Während Ben neben mir leicht in sich hinein murrte und erklärte, dass er ein Recht darauf hatte, Glastüren merkwürdig zu finden, überschritten wir den Schulhof zu den Bushaltestellen.
Nur ein paar Schüler, die ebenfalls in AGs und Projekten waren, standen draußen und ich war froh, dass Ms. McClair Alec und Mik noch bei sich dabehalten hatte.
Keine Ahnung warum. War mir auch egal. Gut, vielleicht war es mir nicht egal, aber... ich versuchte es mir zumindest einzureden.
»Wir sehen uns morgen«, verabschiedete ich mich von Ben, den es wurmte, dass mein Bus mal wieder früher kam, als seiner, obwohl der eigentlich der erste Bus sein sollte.
Trotzdem rang er sich zu einem kleinen Lächeln durch, während ich in den, ansonsten vollkommen leeren Bus stieg und mich nach ganz hinten setzte.
Während der Bus abfuhr, konnte ich sehen, wie Ben ihm mit gerunzelter Stirn nachstarrte. Ich wusste, das Ms. McClair ihn den Rest des Tages beschäftigen würden, so, wie er schaute.
Kurz bevor der Bus um die Ecke bog, erblickte ich dann schließlich die zwei großen Gestalten der Ven, die aus dem Gebäude geschlendert kamen. Sofort machte ich mich etwas kleiner auf meinem Sitz. Noch einmal glück gehabt...
Wie immer dauerte die Fahrt nicht lange, doch mehr als sonst war ich über die Stille des Waldes dankbar.
Sie klang beinahe wohltuend in meinen Ohren, die Geräusche des Waldes beruhigten mich. So sehr, dass ich sogar die Augen schloss.
Ich war gut darin, mit geschlossenen Augen zu gehen, wo die Hälfte meiner Welt sowieso erloschen war und aus irgendeinem seltsamen Grund tat ich es gerne.
Es schien viel friedlicher, ohne diese ganzen grellen, hektischen Farben. Nur die Geräusche und Gerüche und... ach einfach alles.
Eine leichte Briese kam auf, ließ meine kleinen Härchen auf dem Arm sich aufstellen und trug seinen Geruch zu mir rüber.
Ich konnte nicht verhindern, dass sich meine Mundwinkel hoben.
Er hielt einen gewissen Abstand zwischen uns und ich war mir sicher, dass er mich beobachtete.
Spanner...
Trotzdem ließ ich mir nicht anmerken, dass ich ihn bemerkt hatte, lief einfach weiter. Irgendwie war ich neugierig, was er tun würde.

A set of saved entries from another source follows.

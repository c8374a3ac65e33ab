"""The state of a lot or bottle, in a word and in words, and the number that it may show."""

from collections.abc import Mapping
from datetime import datetime
from typing import Any

from server.lab.states import (
    CHECK_DUE,
    HELD,
    IN_FORCE,
    LAPSED,
    PULLED,
    UNPROVEN,
    USED_UP,
    may_be_used,
)
from server.records.queries.list_holds import StandingHold
from server.records.queries.list_shelf import BottleOnShelf, LotOnShelf
from server.sheets.parts.telling import due_words, last_day_words, moment_words
from server.sheets.shelf import BottleLine


def state_of_lot(lot: LotOnShelf, now: datetime) -> str:
    """Return a lot's state at an instant."""
    return lot.state(now)


def is_altered(lot: LotOnShelf) -> bool:
    """Say whether a lot's standing certificate is not the text that was issued."""
    return lot.is_altered


def state_of_bottle(one: BottleOnShelf, now: datetime) -> str:
    """Return the graver of a bottle's own state and its lot's."""
    return one.state(now)


def concentration_in_force(lot: LotOnShelf, state: str) -> Mapping[str, Any] | None:
    """Return the bench result of the standing certificate, or None where nothing is in force."""
    if lot.certificate is None or not may_be_used(state):
        return None
    result: Mapping[str, Any] = lot.certificate.document["result"]
    return result


def bottle_line(one: BottleOnShelf, now: datetime, zone: str) -> BottleLine:
    """Return a bottle for a table; a number only where the bottle is in force."""
    state, lot = state_of_bottle(one, now), one.lot
    result = concentration_in_force(lot, state)
    good = one.good_until if state in {IN_FORCE, CHECK_DUE, LAPSED} else None
    until = good.at if good else None
    return BottleLine(
        code=one.bottle.code,
        url=f"/b/{one.bottle.code}",
        titrant=lot.lot.titrant,
        nominal=nominal_words(lot.lot.nominal),
        lot_name=lot.lot.name,
        state=state,
        in_force=result is not None,
        reported=result["concentration"]["reported"] if result else "",
        place=one.bottle.place,
        good_until=last_day_words(until, zone) if until else "",
        due_in=due_words(until, now, zone) if until else "",
    )


def nominal_words(nominal: str) -> str:
    """Return a nominal concentration with its unit."""
    return f"{nominal} mol/L"


def why_of_bottle(one: BottleOnShelf, state: str, zone: str) -> str:
    """Return in a sentence what the state means for a bottle; no names."""
    until = one.good_until
    if until is not None and until != one.lot.good_until and state in {LAPSED, CHECK_DUE}:
        day = last_day_words(until.at, zone)
        if state == LAPSED:
            return f"It was opened, and open it was good until {day}. Take another bottle."
        return f"Still in force, but it is open, and open it is good until {day} only."
    return why(one.lot, state, zone, thing="bottle")


def why(lot: LotOnShelf, state: str, zone: str, *, thing: str) -> str:
    """Return in a sentence what the state means for a ``thing`` (bottle or lot); no names."""
    if state == HELD and is_altered(lot):
        return (
            "Its certificate does not match what was issued: out of use until the steward has "
            "looked into it."
        )
    day, number = "", ""
    if lot.certificate is not None:
        day = last_day_words(lot.certificate.row.valid_until, zone)
        number = lot.certificate.row.number
    return {
        IN_FORCE: f"Certificate {number} stands and is good until {day}.",
        CHECK_DUE: f"Still in force, but to be standardized again soon: good until {day}.",
        LAPSED: f"Its certificate {number} was good until {day}. It must be standardized again.",
        UNPROVEN: "It was made up, but no certificate carries its concentration yet.",
        HELD: f"Somebody doubts this {thing}. It is out of use until somebody else releases it.",
        PULLED: "This lot was taken out of use for good.",
        USED_UP: "This bottle is used up.",
    }[state]


def held_says(hold: StandingHold | None, thing: str, zone: str) -> str:
    """Return who holds a thing since when and why, for people of the laboratory."""
    if hold is None:
        return ""
    at = moment_words(hold.held_at, zone)
    end = "" if hold.reason.endswith((".", "!", "?")) else "."
    return f"{hold.printed_name} holds this {thing} since {at}: {hold.reason}{end}"
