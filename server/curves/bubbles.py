"""Readings that a bubble or a knock has thrown far off the curve."""

import numpy as np

from server.curves.points import Floats

_REACH = 2
"""Neighbours looked at on each side."""
_LIMIT = 12.0
"""How many times the scatter a reading must stand off to be called thrown off."""
_CLEAR = {"pH": 0.15, "mV": 9.0}
"""No reading nearer than this is called thrown off, whatever the scatter."""


def thrown_off(V: Floats, y: Floats, *, kind: str) -> list[int]:
    """Return the indices of readings that stand far off the median of their neighbours.

    On a curve that only rises or only falls a reading is the median of itself and its neighbours
    however steep it is, so that the end point's jump is never mistaken for a bubble. The worst is
    taken first and the rest judged again without it. At most one reading in eight is taken.
    """
    limit = max(_LIMIT * scatter_of(V, y), _CLEAR[kind])
    keep = np.arange(y.size)
    gone: list[int] = []
    for _ in range(y.size // 8):
        off = np.abs(_off_the_median(y[keep]))
        worst = int(np.argmax(off))
        if off[worst] <= limit:
            break
        gone.append(int(keep[worst]))
        keep = np.delete(keep, worst)
    return sorted(gone)


def _off_the_median(y: Floats) -> Floats:
    """Return each reading less the median of itself and two neighbours on each side.

    The ends are judged against a straight continuation of what follows or comes before.
    """
    first = [2 * y[0] - y[i] for i in range(_REACH, 0, -1)]
    last = [2 * y[-1] - y[-1 - i] for i in range(1, _REACH + 1)]
    padded = np.concatenate([first, y, last])
    windows = np.lib.stride_tricks.sliding_window_view(padded, 2 * _REACH + 1)
    return np.asarray(y - np.median(windows, axis=1), dtype=float)


def scatter_of(V: Floats, y: Floats) -> float:
    """Return the standard deviation of readings about a smooth curve, in the unit of the readings.

    From each reading's distance to the straight line and to the cubic through its neighbours,
    whichever is smaller, by the median, so that the jump and a few bubbles do not count.
    """
    return min(_about(V, y, 1), _about(V, y, 2))


def _about(V: Floats, y: Floats, reach: int) -> float:
    """Return the scatter about the polynomial through ``reach`` neighbours on each side."""
    size = V.size - 2 * reach
    starts = [at for at in range(2 * reach + 1) if at != reach]
    places = [V[at : at + size] for at in starts]
    middle = V[reach : reach + size]
    # two readings at one volume leave no line between them: such places do not count
    with np.errstate(divide="ignore", invalid="ignore"):
        shares = np.array(
            [
                np.prod([(middle - o) / (p - o) for o in places if o is not p], axis=0)
                for p in places
            ]
        )
        readings = np.array([y[at : at + size] for at in starts])
        off = y[reach : reach + size] - (shares * readings).sum(axis=0)
        spread = np.sqrt(1 + np.square(shares).sum(axis=0))
    usable = np.isfinite(spread) & np.isfinite(off)
    if not usable.any():
        return 0.0
    return 1.4826 * float(np.median(np.abs(off[usable] / spread[usable])))
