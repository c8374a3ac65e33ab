"""From a plan's figures to what a person reads of it."""

from dataclasses import dataclass

from sqlalchemy.orm import Session

from server.drawing.bars import Bar, budget_bars
from server.drawing.planned import Expected, expected_uncertainty
from server.evaluation.assembly import SheetMaterials
from server.evaluation.circumstances import Limits, Pooled
from server.evaluation.from_sheet import limits_of, materials_on
from server.evaluation.planned_record import capacity_mL
from server.evaluation.planner import Plan, Way, plan
from server.evaluation.pooled_history import pooled_history
from server.lab.recipe import RecipeDocument
from server.lab.refusal import Unacceptable
from server.lab.sheet_facts import BALANCE, BURETTE
from server.metrology.rounding import printed_k, significant
from server.records.queries.list_spreads import spreads_of_recipe
from server.records.queries.load_papers import load_laboratory_fact
from server.sheets.parts.offered import Materials
from server.sheets.parts.telling import count_words
from server.sheets.plan import CountView, PlanView, ShareView, WayView


@dataclass(frozen=True, slots=True)
class ToPlan:
    """All that a plan is made of: read, and waiting for its arithmetic.

    ``lacks`` says in words what is not there; ``least_g`` is the smallest sample.
    """

    lacks: str
    materials: SheetMaterials | None
    pooled: Pooled | None
    limits: Limits
    least_g: float | None
    standard: str
    burette: str
    replicates: int | None = None
    mass_g: float | None = None
    wanted_percent: float | None = None


def planned_with(
    session: Session, picked: Materials, recipe: RecipeDocument, *, recipe_name: str
) -> ToPlan:
    """Return what a plan with some materials is made of; nothing is computed yet."""
    by_kind = {one.kind: one for one in picked.instruments}
    lacking = [kind for kind in (BALANCE, BURETTE) if kind not in by_kind]
    if picked.standard_lot is None:
        lacking.insert(0, f"lot of {recipe.standard}")
    lacks = f"There is no {' and no '.join(lacking)} that could be used now." if lacking else ""
    if recipe.route != "weighed":
        lacks = "Only recipes that weigh a standard are planned here yet."
    laboratory = load_laboratory_fact(session)
    balance, burette = by_kind.get(BALANCE), by_kind.get(BURETTE)
    least = [picked.standard_lot.document.get("minimum_sample_g")] if picked.standard_lot else []
    if balance is not None:
        least += [balance.document.get("minimum_g") or balance.identity.get("minimum_g")]
    return ToPlan(
        lacks=lacks,
        materials=(
            None if lacks else materials_on(recipe, picked.standard_lot, picked.instruments)
        ),
        pooled=pooled_history(spreads_of_recipe(session, recipe_name)),
        limits=limits_of(laboratory.settings.get("limits") or {}, recipe.limits),
        least_g=max((float(one) for one in least if one), default=None),
        standard=recipe.standard,
        burette=burette.name if burette else "",
    )


def plan_view(asked: ToPlan) -> PlanView:
    """Return the plan in words and pictures; where nothing can be planned it says why.

    Raises:
        Unacceptable: the mass asked for is none that this burette can titrate.
    """
    if asked.materials is None:
        return _none(asked.lacks)
    try:
        found = plan(
            asked.materials,
            replicates=asked.replicates,
            mass_g=asked.mass_g,
            pooled=asked.pooled,
            spread_limit_percent=asked.limits.spread_percent,
            wanted_percent=asked.wanted_percent,
            least_g=asked.least_g,
        )
    except Unacceptable as problem:
        if problem.field == "mass":
            raise
        return _none(problem.says)
    return _view(asked, found)


def _view(asked: ToPlan, found: Plan) -> PlanView:
    points = [Expected(one.n, one.U_percent, one.n == found.replicates) for one in found.counts]
    bars = [Bar(one.source, one.percent, one.shared) for one in found.dominant]
    return PlanView(
        problem="",
        says=found.says,
        window=_window(asked, found),
        mass=f"{significant(found.mass_g, 4)} g" if found.mass_g is not None else "",
        volume=f"{found.volume_mL:.2f} mL",
        counts=tuple(
            CountView(one.n, f"{one.U_percent:.3f} %", printed_k(one.k), one.n == found.replicates)
            for one in found.counts
        ),
        chart=expected_uncertainty(points, wanted_percent=found.wanted_percent),
        dominant=tuple(
            ShareView(one.source, f"{one.percent:.0f} %", one.shared) for one in found.dominant
        ),
        bars=budget_bars(bars),
        assumed=found.assumed,
        wanted="" if found.wanted_percent is None else f"{found.wanted_percent:g} %",
        cheapest=_way(found.cheapest) if found.cheapest else None,
        ways=tuple(_way(one) for one in found.ways),
    )


def _window(asked: ToPlan, found: Plan) -> str:
    if found.window_g is None:
        return ""
    low, high = (significant(one, 3) for one in found.window_g)
    capacity = f"{capacity_mL(asked.materials):g} mL" if asked.materials else ""
    return f"{low} to {high} g of {asked.standard} for 60 to 90 % of {asked.burette} ({capacity})"


def _way(way: Way) -> WayView:
    cost = "to be bought" if way.bought else ""
    if way.minutes or not way.bought:
        work = _minutes(way.minutes)
        cost = f"{cost}, {work}" if cost else work
    return WayView(way.says, cost, f"{way.U_percent:.3f} %", way.reaches)


def _minutes(minutes: int) -> str:
    if not minutes:
        return "no more work"
    hours, rest = divmod(minutes, 60)
    parts = [count_words(hours, "hour")] if hours else []
    parts += [count_words(rest, "minute")] if rest else []
    return "about " + " ".join(parts)


def _none(why: str) -> PlanView:
    return PlanView(why, "", "", "", "", (), "", (), "", (), "", None, ())
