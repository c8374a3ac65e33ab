"""Who may open which page."""

from collections.abc import Mapping
from typing import Any

from server.lab.actor import Actor
from server.lab.refusal import NotSignedIn
from server.lab.roles import Act
from server.lab.segregation import release_refusal
from server.lab.states import COUNTERSIGNED
from server.records.queries.list_holds import StandingHold


def need_reader(actor: Actor | None) -> Actor:
    """Return the signed-in person, or refuse a visitor."""
    if actor is None:
        raise NotSignedIn("Sign in to read this page.")
    actor.need(Act.READ)
    return actor


def need_shelf(settings: Mapping[str, Any], actor: Actor | None) -> None:
    """Refuse a visitor where the laboratory has closed its shelf."""
    if actor is None and not settings.get("shelf_open", True):
        raise NotSignedIn("This laboratory shows its shelf to its own people only: sign in.")


def may_read_number(actor: Actor, state: str) -> bool:
    """Say whether a person may read what a sheet comes to: everybody once it is certified."""
    return state == COUNTERSIGNED or actor.may(Act.READ_UNCERTIFIED)


def may_hold(actor: Actor | None, hold: StandingHold | None) -> bool:
    """Say whether a person may hold a thing that nobody holds yet."""
    return actor is not None and hold is None and actor.may(Act.HOLD)


def may_release(actor: Actor | None, hold: StandingHold | None) -> bool:
    """Say whether a person may release what somebody else holds."""
    if actor is None or hold is None or not actor.may(Act.RELEASE):
        return False
    return release_refusal(hold.held_by, actor.person_id) is None
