"""Readings that a bubble or a knock has thrown far off the curve."""

import numpy as np

from server.curves.points import Floats

_REACH = 2
"""Neighbours looked at on each side."""
_LIMIT = 12.0
"""How many times the usual scatter a reading must stand off to be called thrown off."""
_CLEAR = {"pH": 0.15, "mV": 9.0}
"""No reading nearer than this is called thrown off, whatever the scatter."""


def thrown_off(y: Floats, *, kind: str) -> list[int]:
    """Return the indices of readings that stand far off the median of their neighbours.

    On a curve that only rises or only falls a reading is the median of itself and its neighbours
    however steep it is, so that the end point's jump is never mistaken for a bubble. The worst is
    taken first and the rest judged again without it. At most one reading in eight is taken.
    """
    keep = np.arange(y.size)
    gone: list[int] = []
    for _ in range(y.size // 8):
        off = np.abs(_off_the_median(y[keep]))
        scatter = 1.4826 * float(np.median(off[off > 0])) if np.any(off > 0) else 0.0
        worst = int(np.argmax(off))
        if off[worst] <= max(_LIMIT * scatter, _CLEAR[kind]):
            break
        gone.append(int(keep[worst]))
        keep = np.delete(keep, worst)
    return sorted(gone)


def _off_the_median(y: Floats) -> Floats:
    """Return each reading less the median of itself and two neighbours on each side.

    The ends are judged against a straight continuation of what follows or comes before.
    """
    first = [2 * y[0] - y[i] for i in range(_REACH, 0, -1)]
    last = [2 * y[-1] - y[-1 - i] for i in range(1, _REACH + 1)]
    padded = np.concatenate([first, y, last])
    windows = np.lib.stride_tricks.sliding_window_view(padded, 2 * _REACH + 1)
    return np.asarray(y - np.median(windows, axis=1), dtype=float)


def scatter_of(V: Floats, y: Floats) -> float:
    """Return the standard deviation of readings about a smooth curve, in the unit of the readings.

    From each reading's distance to the straight line through its neighbours, by the median, so
    that the jump and a few bubbles do not count.
    """
    span = V[2:] - V[:-2]
    usable = span > 0
    share = (V[1:-1][usable] - V[:-2][usable]) / span[usable]
    off = y[1:-1][usable] - (1 - share) * y[:-2][usable] - share * y[2:][usable]
    spread = np.sqrt(1 + share**2 + (1 - share) ** 2)
    if off.size == 0:
        return 0.0
    return 1.4826 * float(np.median(np.abs(off / spread)))
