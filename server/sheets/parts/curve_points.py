"""The points of a curve as a table, in parts, with what each method used."""

from collections.abc import Iterator

from server.curves.analysis import Analysis
from server.curves.outcome import EndPoint
from server.drawing.titration.told import slope_words
from server.lab.curve_entry import CurveEntry
from server.sheets.curves import CurvePoint, PointsPart

ROWS = 60
_SHORT = {
    "steepest segment": "segment",
    "first derivative": "first",
    "second derivative": "second",
    "gran acid side": "Gran acid",
    "gran alkaline side": "Gran alkaline",
    "model fit": "fit",
}


def points_part(
    curve: CurveEntry, analysis: Analysis | None, *, first: int | None, url: str
) -> PointsPart:
    """Return sixty points from ``first`` on (counted from 1).

    Without a first point it is the part in which the curve jumps.
    """
    size = len(curve.volume_mL)
    jump = analysis.clean.at[analysis.jump] if analysis is not None else 0
    begin = (jump if first is None else min(max(first, 1), size) - 1) // ROWS * ROWS
    return PointsPart(
        rows=tuple(_rows(curve, analysis, begin, min(begin + ROWS, size))),
        timed=curve.seconds is not None,
        fitted=analysis is not None and analysis.fitted is not None,
        parts=tuple(
            (f"{low + 1} to {min(low + ROWS, size)}", f"{url}?first={low + 1}#points", low == begin)
            for low in range(0, size, ROWS)
            if size > ROWS
        ),
    )


def _rows(
    curve: CurveEntry, analysis: Analysis | None, begin: int, end: int
) -> Iterator[CurvePoint]:
    used = _used(analysis) if analysis is not None else {}
    aside = set(analysis.clean.bubbles) if analysis is not None else set()
    fit = analysis.fitted.fit if analysis is not None and analysis.fitted else None
    for at in range(begin, end):
        words = list(used.get(at, ()))
        if at in aside:
            words.append("thrown off")
        elif fit is not None and fit.trust[at] < 0.99:
            words.append(f"weight {fit.trust[at]:.2f} in the fit")
        yield CurvePoint(
            number=at + 1,
            volume=curve.volume_mL[at],
            reading=curve.reading[at],
            seconds=curve.seconds[at] if curve.seconds is not None else "",
            slope=_slope(analysis, at),
            residual="" if fit is None else f"{fit.standardized[at]:+.2f}",
            used_by=", ".join(words),
        )


def _slope(analysis: Analysis | None, at: int) -> str:
    """Return the steepness of the step that leads to a point; none leads to the first."""
    if analysis is None or at == 0:
        return ""
    V, y = analysis.curve.V, analysis.curve.y
    step = V[at] - V[at - 1]
    return slope_words((y[at] - y[at - 1]) / step) if step > 0 else ""


def _used(analysis: Analysis) -> dict[int, list[str]]:
    used: dict[int, list[str]] = {}
    for one in analysis.outcomes:
        if isinstance(one, EndPoint):
            for at in one.used:
                used.setdefault(at, []).append(_SHORT[one.method])
    return used
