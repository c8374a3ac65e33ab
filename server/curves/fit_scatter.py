"""What a model fit is given beforehand, and how it learns the scatter of readings and volumes."""

from dataclasses import dataclass, field

import numpy as np

from server.curves.lag import LagModel
from server.curves.points import Floats

_ENOUGH, _FAR = 4.0, 10.0
"""A residual within 4 standard deviations has full weight; at 10 a point weighs nothing."""
_STANDS = 0.1
"""A change below this fraction leaves the parameters where they are, as far as shows."""
_LEAST_READING_U = 5e-4
_LEAST_VOLUME_U = 2e-6


@dataclass(frozen=True, slots=True)
class Priors:
    """What is known of the parameters beforehand, as standard uncertainties about their values.

    ``slope`` about 1, ``offset`` about 0 (pH), ``carbonate`` (amount per amount of alkalinity)
    about 0, wide enough to leave it free; ``flask_carbonate`` in mmol with its u.
    """

    slope: float = 0.05
    offset: float = 0.3
    carbonate: float = 0.02
    flask_carbonate: float = 0.0
    u_flask_carbonate: float = 3.5e-4


@dataclass(frozen=True, slots=True)
class Given:
    """What a fit is given: priors, scatter where it is known, guesses of it where it is not.

    ``reading_u`` (pH) and ``volume_u`` (mL) of one point, None: learnt from the residuals, from
    the guesses on. ``trust`` gives points that are known to stand off a lower weight, 0 to 1.
    With ``lag`` the probe's lag is fitted too, and the readings are taken from it.
    """

    priors: Priors = field(default_factory=Priors)
    reading_u: float | None = None
    volume_u: float | None = None
    reading_guess: float = 0.01
    volume_guess: float = 0.002
    trust: Floats | None = None
    lag: LagModel | None = None


class ScatterEstimate:
    """Standard deviations of reading and volume and the trust in each point, renewed each round.

    The variances are those that make the squared residuals, over one less leverage, most likely
    (one step of Fisher scoring a round). Points that stand far off have no say.
    """

    def __init__(self, given: Given, points: int) -> None:
        self._given = given
        self._known = np.ones(points) if given.trust is None else given.trust
        self.trust = self._known
        self.reading_u = given.reading_u or max(given.reading_guess, _LEAST_READING_U)
        self.volume_u = given.volume_guess if given.volume_u is None else given.volume_u

    def variance(self, steep2: Floats) -> Floats:
        """Return the effective variance in mL2; ``steep2`` is (dV/d(reading))^2."""
        return steep2 * self.reading_u**2 + self.volume_u**2

    def judge(self, left: Floats, steep2: Floats, variance: Floats, leverage: Floats) -> bool:
        """Renew both standard deviations and the trust; tell whether they stand as they were."""
        reading_u, volume_u = self.reading_u, self.volume_u
        freed = left * left / np.maximum(1 - leverage, 0.05)
        distance2 = freed / variance
        middle = distance2.size // 2
        usual2 = max(1.0, float(np.partition(distance2, middle)[middle]) / 0.4549)
        farthest = float(distance2.max())
        use = None
        if farthest > _ENOUGH**2 * usual2:
            far = np.sqrt(distance2 / usual2)
            use = far <= _ENOUGH
            lowered = np.clip((_FAR - far) / (_FAR - _ENOUGH), 0, 1) * _ENOUGH / far.clip(1)
            self.trust = self._known * np.where(use, 1.0, lowered)
        else:
            self.trust = self._known
        if self._known.min() < 1:
            use = self.trust == 1
        if self._given.reading_u is None:
            self._score(freed, steep2, variance, use)
        least = float(variance.min())
        return (
            abs(self.reading_u - reading_u) <= _STANDS * reading_u
            and abs(self.volume_u**2 - volume_u**2) <= _STANDS * least
        )

    def _score(self, freed: Floats, steep2: Floats, variance: Floats, use: Floats | None) -> None:
        """Take one step of Fisher scoring for the two variances."""
        share = 1 / (variance * variance)
        if use is not None:
            share *= use
        slanted = steep2 * share
        aa, ab, a = float(steep2 @ slanted), float(slanted.sum()), float(freed @ slanted)
        if self._given.volume_u is None:
            bb, b = float(share.sum()), float(freed @ share)
            determinant = aa * bb - ab * ab
            volume = (b * aa - a * ab) / determinant if determinant > 0 else 0.0
            volume = min(max(volume, self.volume_u**2 / 400), self.volume_u**2 * 16)
            self.volume_u = max(volume, _LEAST_VOLUME_U**2) ** 0.5
        reading = max((a - ab * self.volume_u**2) / aa, _LEAST_READING_U**2)
        self.reading_u = min(max(reading**0.5, self.reading_u / 4), self.reading_u * 4)
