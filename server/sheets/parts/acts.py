"""Lines of the trail as people read them."""

import json
from collections.abc import Iterable, Iterator, Mapping
from typing import Any

from server.records.tables.trail import TrailRow
from server.sheets.countersign import TrailLine
from server.sheets.parts.telling import moment_words


def trail_lines(rows: Iterable[TrailRow], zone: str) -> tuple[TrailLine, ...]:
    """Return rows of the trail in the order given."""
    return tuple(
        TrailLine(
            seq=row.seq,
            at=row.at.isoformat(),
            says_at=moment_words(row.at, zone),
            who=row.person_name,
            act=row.act,
            thing=row.thing_name,
            kind=row.kind,
            why=row.why,
            details="; ".join(_told(json.loads(row.body))),
        )
        for row in rows
    )


def _told(body: Any, name: str = "") -> Iterator[str]:
    """Yield what a body says, leaf by leaf, empty values left out."""
    if isinstance(body, Mapping):
        for key, value in body.items():
            yield from _told(value, f"{name} {key}".strip().replace("_", " "))
    elif isinstance(body, list):
        if body and all(not isinstance(one, dict | list) for one in body):
            yield f"{name} {', '.join(str(one) for one in body)}"
            return
        for place, one in enumerate(body, start=1):
            yield from _told(one, f"{name} {place}")
    elif body not in (None, ""):
        yield f"{name} {_plain(body)}"


def _plain(value: Any) -> str:
    if isinstance(value, bool):
        return "yes" if value else "no"
    return str(value)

Er war gut, dachte ich, als ich immer weiter lief. Seine Schritte hörte ich nicht, er schlich lautlos wenige Meter neben mir. Der geborene Jäger eben.
Nur sein Geruch verriet ihn. Den hätte ich unter Tausenden wieder erkannt.
Als schließlich weitere zehn Minuten vergangen waren, seufzte ich.
Entweder, er hatte vergessen, warum er hier war, oder er war tatsächlich ein Spanner.
»Wie lange willst du mich noch beobachten, Cole?«, fragte ich in die Stille hinein, lief allerdings einfach weiter.
Ich hörte, wie jemand stolperte und dann fluchte. Ich konnte mir ein Kichern nicht verkneifen und als sich Cole schließlich zu mir gesellte, öffnete ich die Augen und sah zu ihm auf.
Hastig zupfte er sich Blätter aus seinem Haar.
»Wie lange?«, fragte er.
Ich zuckte mit den Schultern.
»Zehn Minuten, vielleicht mehr«, mutmaßte ich.
Coles Blick wurde immer düsterer, bis er schmollte.
»Verdammt«, fluchte er.
»Was hat mich verraten?«
»Der Geruch.«
Er hob eine Augenbraue.
»Eza hat mich nicht gerochen«, murrte er.
Überrascht sah ich ihn an, wäre beinahe über meine eigenen Füße gestolpert.
»Du bespannerst Eza?«
Er schnaubte und schüttelte augenverdrehend den Kopf.
»Nein, natürlich nicht du Idiot!«
Er sah mich an, als wäre das das abwegigste der Welt.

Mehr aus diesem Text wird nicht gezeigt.